I was interested in the article, ‘Palestine and Socialist Policy’, by our good friend Reginald Reynolds in ‘Spain and the World’ of July 29th. There is much in it with which I fully agree, but a great deal more which seems to me contradictory for a Socialist and a near-anarchist. Before I point out these inconsistencies, I wish to say that our friend’s article lends itself to the impression that he is a rabid anti-Semite. In point of truth, I have been asked by several people how it happens that ‘Spain and the World’ printed such an anti-Semitic article. Their surprise was even greater that Reginald Reynolds should be guilty of such tendency. Knowing the writer I felt quite safe in assuring my Jewish friends that Reginald Reynolds has not a particle of anti-Semitic feeling in him, although it is quite true that his article unfortunately gives such an impression.

I have no quarrel with our good friend about his charges against the Zionists. In point of fact I have for many years opposed Zionism as the dream of capitalist Jewry the world over for a Jewish State with all its trimmings, such as Government, laws, police, militarism and the rest. In other words, a Jewish State machinery to protect the privileges of the few against the many.

Reginald Reynolds is wrong, however, when he makes it appear that the Zionists were the sole backers of Jewish emigration to Palestine.
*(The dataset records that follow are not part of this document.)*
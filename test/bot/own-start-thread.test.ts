// Issue 16, named segments measured from their own start, and a change since a named month, as
// whole threads on vega-datasets' flights-3m.parquet (US flights, January to June 2001, plus six
// rows stamped 1 July). Every figure checked comes from the test's own DuckDB SQL over the file.
import { mkdtempSync, writeFileSync } from 'node:fs';
import { tmpdir } from 'node:os';
import { join } from 'node:path';
import { DuckDBInstance } from '@duckdb/node-api';
import { beforeAll, describe, expect, it } from 'vitest';
import { askPostTexts, runCli } from '../helpers/run-cli.js';
import { vegaDataFile } from '../helpers/open-data.js';

const FILE = vegaDataFile('flights-3m.parquet');
let dir = '';
let config = '';

beforeAll(() => {
  dir = mkdtempSync(join(tmpdir(), 'tc-own-start-'));
  config = join(dir, 'flights.yaml');
  writeFileSync(config, `version: 1
datasets:
  - name: flights
    label: Flights
    source: { kind: parquet, paths: ["${FILE}"] }
    time_column: date
    timezone: UTC
    metrics:
      - { name: flights, label: Flights, count: rows, unit: count, kind: flow, also_called: [flights, departures] }
      - { name: delay, label: Average delay, average: delay, unit: number, unit_label: min, higher_is_better: false, kind: ratio, also_called: [delay, lateness] }
    dimensions:
      - { name: origin, label: Origin airport, column: origin, also_called: [origin, airport, departure airport] }
      - { name: destination, label: Destination airport, column: destination, also_called: [destination, arrival airport] }
`);
});

async function one(query: string): Promise<unknown[]> {
  const db = await DuckDBInstance.create(':memory:');
  const c = await db.connect();
  const rows = (await c.runAndReadAll(query)).getRows();
  c.closeSync();
  return rows[0]!;
}

const longDay = (iso: string) => {
  const d = new Date(`${iso}T00:00:00Z`);
  return `${d.getUTCDate()} ${d.toLocaleString('en-GB', { month: 'long', timeZone: 'UTC' })} ${d.getUTCFullYear()}`;
};

describe('"How have flights from LWB done since it opened?"', () => {
  it('reads from LWB\'s first day, says so, and sets its flights since then against all flights over the same days', async () => {
    // The test's own SQL: LWB's first day as an origin, its flights from then to the data's last full day (30 June), and all flights over those days.
    const [first] = (await one(`SELECT CAST(MIN(CAST(date AS DATE)) AS VARCHAR) FROM '${FILE}' WHERE origin = 'LWB'`)) as [string];
    const [own, all] = (await one(`SELECT COUNT(*) FILTER (WHERE origin = 'LWB'), COUNT(*) FROM '${FILE}' WHERE CAST(date AS DATE) >= DATE '${first}' AND CAST(date AS DATE) < DATE '2001-07-01'`)) as [bigint, bigint];
    const posts = await askPostTexts(config, 'How have flights from LWB done since it opened?', join(dir, 'lwb'));
    const card = posts.find((p) => p.includes('*Plan*'))!;
    expect(card).toContain(`LWB's first flight in the data is ${longDay(first)}; reading from there`);
    expect(card).toContain(`${new Date(`${first}T00:00:00Z`).getUTCDate()} May to 30 June 2001`);
    // Its share of everything over the same days: its own count and the total, as the test's SQL counts them.
    const share = posts.find((p) => p.includes("LWB carried"))!;
    expect(share).toContain(`(${Number(own)})`);
    expect(share).toContain(`${Math.round(Number(all) / 1000)}K flights`);
    // Its course since opening: filtered to LWB, and only over weeks from its first.
    expect(posts.some((p) => p.includes('Filtered to origin airport: LWB') && !p.includes('April 2001 at'))).toBe(true);
  });

  it('on the trial wording, the value asked first (origin or destination), then anchored to its start', async () => {
    const r = await runCli(['read', '--config', config, '--now', '2026-12-05T12:00:00Z', 'How has LWB done since it opened?']);
    expect(r.code, r.err).toBe(0);
    // Both airports' columns hold LWB: which is meant is asked before any start is looked up.
    expect((JSON.parse(r.out) as { toAsk: string[] }).toAsk).toContain('values');
    const posts = await askPostTexts(config, 'How has LWB done since it opened?', join(dir, 'lwb-trial'));
    expect(posts.some((p) => p.includes("LWB's first flight in the data is 4 May 2001"))).toBe(true);
  });

  it('"since launch" with nothing named: says what it read and what it assumed', async () => {
    const r = await runCli(['read', '--config', config, '--now', '2026-12-05T12:00:00Z', 'since launch, how are flights doing?']);
    const b = JSON.parse(r.out) as { saidBack: string[]; questions: { window: unknown }[] };
    expect(b.saidBack.join(' ')).toMatch(/"since launch" read, but no single value is named/);
    expect(b.questions[0]!.window).toBeNull();
  });

  it('a value there from the data\'s first day has no start in the data: said, all of it read', async () => {
    const [first] = (await one(`SELECT CAST(MIN(CAST(date AS DATE)) AS VARCHAR) FROM '${FILE}' WHERE origin = 'ATL'`)) as [string];
    expect(first).toBe('2001-01-01');
    const r = await runCli(['read', '--config', config, '--now', '2026-12-05T12:00:00Z', 'How have flights from ATL done since it opened?']);
    const b = JSON.parse(r.out) as { saidBack: string[] };
    expect(b.saidBack.join(' ')).toContain('ATL (origin airport) is in the data from its first day (1 January 2001)');
  });
});

describe('"has the daily average number of flights gone up since March?"', () => {
  it('answers June against March per day, with the day counts, as the test\'s SQL counts them', async () => {
    const [march, june] = (await one(`SELECT COUNT(*) FILTER (WHERE month(date) = 3), COUNT(*) FILTER (WHERE month(date) = 6) FROM '${FILE}'`)) as [bigint, bigint];
    const [m, j] = [Number(march) / 31, Number(june) / 30];
    const pct = (100 * (j - m)) / m;
    const posts = await askPostTexts(config, 'has the daily average number of flights gone up since March?', join(dir, 'march'));
    const growth = posts.find((p) => p.includes('Flights per day'))!;
    expect(growth).toContain(`Flights per day ${pct >= 0 ? 'rose' : 'fell'} ${Math.abs(pct).toFixed(1)}%`);
    expect(growth).toContain('Jun 2001 against Mar 2001');
    expect(growth).toContain('Jun 2001 has 30 days and Mar 2001 31');
  });
});
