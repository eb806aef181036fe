// Scheduled reruns of a finished thread: set, told, run when due into the same thread, once, by
// one of two bots sharing one state store (the embedded DuckDB file in one process; two stores on
// one PostgreSQL, as two replicas have), stopped. The clock is the test's; due times are
// calendar facts (4 December 2026 is a Friday; Europe/Dublin, the demo's zone, is UTC+0 in winter).
import { mkdtempSync } from 'node:fs';
import { tmpdir } from 'node:os';
import { join } from 'node:path';
import pLimit from 'p-limit';
import pg from 'pg';
import { afterAll, describe, expect, it } from 'vitest';
import { Bot } from '../../bot/Bot.js';
import { presentAnswer, presentSummary } from '../../bot/present-answer.js';
import { DuckDbStateStore } from '../../bot/stores/DuckDbStateStore.js';
import { PostgresStateStore } from '../../bot/stores/PostgresStateStore.js';
import type { StateStore } from '../../bot/thread-state.js';
import { useDemoWorkspace } from '../helpers/demo-fixture.js';
import { describeWithPostgres, uniqueName, withClient } from '../helpers/postgres.js';
import { RecordingPort } from '../helpers/recording-port.js';

const demoWorkspace = useDemoWorkspace();

function scheduled(kindName: string, open: () => Promise<StateStore[]>): void {
  it(`reruns a finished thread when due, once, in the same thread, until stopped (${kindName})`, async () => {
    const stores = await open();
    const port = new RecordingPort();
    let clock = new Date('2026-12-04T15:00:00Z');
    const bots = stores.map((store, i) => new Bot({ workspace: demoWorkspace(), port, store, now: () => clock, presentAnswer, presentSummary, jobs: pLimit(2), replica: `r${i}` }));
    const [first] = bots;
    const say = async (text: string) => {
      await first!.handle({ threadId: 't1', author: 'maren', text });
      await first!.idle();
    };
    const thread = () => port.inThread('t1');
    const settle = async () => Promise.all(bots.map((b) => b.idle()));
    try {
      await say('How has revenue moved over time, month by month?');
      await say('go');
      expect(thread().filter((m) => m.key.endsWith(':run1:summary'))).toHaveLength(1);

      await say('every Monday at 9');
      expect(thread().at(-1)!.text).toBe(
        'I will rerun this every Monday at 09:00 Europe/Dublin on fresh data and post the answers in this thread; the first is due Mon 7 Dec 2026, 09:00. Say "stop the schedule" to end it.\n_Assumed: time zone Europe/Dublin, the dataset\'s configured one._',
      );
      await say('when does it run?');
      expect(thread().at(-1)!.text).toMatch(/^This thread reruns every Monday at 09:00 Europe\/Dublin; the next is due Mon 7 Dec 2026, 09:00\./);

      // Not yet due: nothing happens.
      clock = new Date('2026-12-07T08:59:00Z');
      await Promise.all(bots.map((b) => b.tick()));
      await settle();
      expect(thread().some((m) => m.text.startsWith('Scheduled rerun'))).toBe(false);

      // Due: every bot checks at once; the rerun starts once and posts into the same thread.
      clock = new Date('2026-12-07T09:00:30Z');
      await Promise.all(bots.map((b) => b.tick()));
      // While it runs, the schedule can be asked about (its next due time has already moved on).
      expect((await stores[0]!.get('t1'))!.stage).toBe('running');
      await first!.handle({ threadId: 't1', author: 'maren', text: 'when does it run?' });
      expect(thread().at(-1)!.text).toMatch(/^This thread reruns every Monday at 09:00 Europe\/Dublin; the next is due Mon 14 Dec 2026, 09:00\./);
      await settle();
      expect(thread().filter((m) => m.text.startsWith('Scheduled rerun (every Monday at 09:00 Europe/Dublin)'))).toHaveLength(1);
      expect(thread().filter((m) => m.key.endsWith(':run2:summary'))).toHaveLength(1);
      expect(thread().filter((m) => m.key.endsWith(':run2:bundle'))).toHaveLength(1);
      expect(port.messages.every((m) => m.threadId === 't1')).toBe(true);
      const state = await stores[0]!.get('t1');
      expect(state).toMatchObject({ stage: 'done', run: { number: 2 }, schedule: { nextDue: '2026-12-14T09:00:00.000Z' } });

      // Checked again the same minute: nothing more.
      const count = thread().length;
      await Promise.all(bots.map((b) => b.tick()));
      await settle();
      expect(thread()).toHaveLength(count);

      await say('stop the schedule');
      expect(thread().at(-1)!.text).toBe('Stopped: this thread no longer reruns every Monday at 09:00 Europe/Dublin. Say "rerun" to run it once more now.');
      clock = new Date('2026-12-14T09:01:00Z');
      await Promise.all(bots.map((b) => b.tick()));
      await settle();
      expect(thread().filter((m) => m.key.includes(':run3:'))).toHaveLength(0);
      await say('when does it run?');
      expect(thread().at(-1)!.text).toMatch(/^This thread has no schedule\./);
      const keys = port.messages.map((m) => m.key);
      expect(new Set(keys).size).toBe(keys.length);
    } finally {
      for (const s of stores) await s.close();
    }
  });
}

describe('scheduled reruns', () => {
  scheduled('DuckDB file', async () => [await DuckDbStateStore.open(join(mkdtempSync(join(tmpdir(), 'tc-sched-')), 'state.duckdb'))]);
});

describeWithPostgres('scheduled reruns on PostgreSQL', (url) => {
  const schema = uniqueName('tc_sched');
  afterAll(async () => {
    await withClient(url, (c) => c.query(`DROP SCHEMA IF EXISTS ${pg.escapeIdentifier(schema)} CASCADE`));
  });
  // Two stores with pools of their own on one database: two replicas' view of it.
  scheduled('two bots on one PostgreSQL', async () => [
    await PostgresStateStore.open({ url, schema, poolSize: 4, lockPoolSize: 2 }),
    await PostgresStateStore.open({ url, schema, poolSize: 4, lockPoolSize: 2 }),
  ]);
});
Perhaps he does not know that the Jewish masses in every country and especially in the United States of America have contributed vast amounts of money for the same purpose. They have given unstintingly out of their earnings in the hope that Palestine may prove to be an asylum for their brothers, cruelly persecuted in nearly every European country. The fact that there are many non-Zionist communes in Palestine goes to prove that the Jewish workers who have helped the persecuted and hounded Jews have done so not because they are Zionists, but for the reason I have already stated, that they might be left in peace in Palestine to take root and live their own lives.

Comrade Reynolds resents the contention of the Jews that Palestine had been their homeland two thousand years ago. He insists that this is of no importance as against the Arabs who have lived in Palestine for generations. I do not think either claim of great moment, unless one believes in the monopoly of land and the right of Governments in every country to keep out the newcomers.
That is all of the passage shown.